*Work request:* All lines of the records below that contain the word "default" must be listed.

*Data for this task:*

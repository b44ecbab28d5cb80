import { energyFloor } from "../cover/energyFloor.ts";
import { returnLossOfGamma } from "../cover/reflectionFigures.ts";
import { requireFinite, requirePositive } from "../numeric/check.ts";

export type EnergyReading = "insertion_loss" | "bare_return_loss" | "covered_return_loss";

export interface Suspect {
  readonly reading: EnergyReading;
  /** Value at which the contradiction would end, the other two readings standing [dB]. */
  readonly neededDb: number;
  /** How far that is from what was read, in standard uncertainties; Infinity where no value would do. */
  readonly standardUncertainties: number;
}

/**
 * Which reading is the likelier culprit where loss and return losses contradict each other.
 *
 * Each reading in turn is moved until the loss just meets the energy floor; the one that needs the fewest of its own
 * standard uncertainties is the likeliest. It names a suspect, not a proof: a cover that narrows the beam like a lens
 * can feign a gain on boresight.
 *
 * Source: own derivation from `energyFloor`; default 0.58 dB of a return loss is a half-width of 1 dB, a coupler 20 dB
 *         above the return loss (common practice, no source)
 *
 * @param lossDb                insertion loss [dB]
 * @param lossStandardDb        its standard uncertainty [dB], above 0
 * @param bareReturnLossDb, coveredReturnLossDb  [dB], above 0
 * @param returnLossStandardDb  standard uncertainty of each return loss [dB], above 0, default 0.58
 * @returns floorDb; shortfallDb, how far the loss lies below it, 0 if it does not; suspects, likeliest first, none
 *          without a shortfall
 * @throws RangeError on an argument outside these ranges
 */
export function energyContradiction({
  lossDb,
  lossStandardDb,
  bareReturnLossDb,
  coveredReturnLossDb,
  returnLossStandardDb = 0.58,
}: {
  readonly lossDb: number;
  readonly lossStandardDb: number;
  readonly bareReturnLossDb: number;
  readonly coveredReturnLossDb: number;
  readonly returnLossStandardDb?: number;
}): { floorDb: number; shortfallDb: number; suspects: readonly Suspect[] } {
  requireFinite("lossDb", lossDb);
  requirePositive("lossStandardDb", lossStandardDb);
  requirePositive("returnLossStandardDb", returnLossStandardDb);
  const { floorDb, bestPossibleGainDb } = energyFloor({ bareReturnLossDb, coveredReturnLossDb });
  const shortfallDb = Math.max(0, floorDb - lossDb);
  if (shortfallDb === 0) return { floorDb, shortfallDb, suspects: [] };
  const coveredMismatchDb = bestPossibleGainDb + floorDb;
  const suspect = (
    reading: EnergyReading,
    readDb: number,
    neededDb: number,
    standardDb: number,
  ): Suspect => ({
    reading,
    neededDb,
    standardUncertainties: Number.isNaN(neededDb) ? Infinity : Math.abs(neededDb - readDb) / standardDb,
  });
  const suspects = [
    suspect("insertion_loss", lossDb, floorDb, lossStandardDb),
    suspect(
      "covered_return_loss",
      coveredReturnLossDb,
      returnLossOfMismatch(bestPossibleGainDb + lossDb),
      returnLossStandardDb,
    ),
    suspect(
      "bare_return_loss",
      bareReturnLossDb,
      returnLossOfMismatch(coveredMismatchDb - lossDb),
      returnLossStandardDb,
    ),
  ];
  suspects.sort((a, b) => a.standardUncertainties - b.standardUncertainties);
  return { floorDb, shortfallDb, suspects };
}

/** Return loss [dB] whose mismatch loss is given [dB]; not a number for a negative one, which no match has. */
function returnLossOfMismatch(lossDb: number): number {
  const gamma = Math.sqrt(-Math.expm1((-lossDb * Math.LN10) / 10));
  return returnLossOfGamma(gamma);
}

*Answer to the problem:*
 * Source: own derivation from `energyFloor`; default 0.58 dB of a return loss is a half-width of 1 dB, a coupler 20 dB
 * @param returnLossStandardDb  standard uncertainty of each return loss [dB], above 0, default 0.58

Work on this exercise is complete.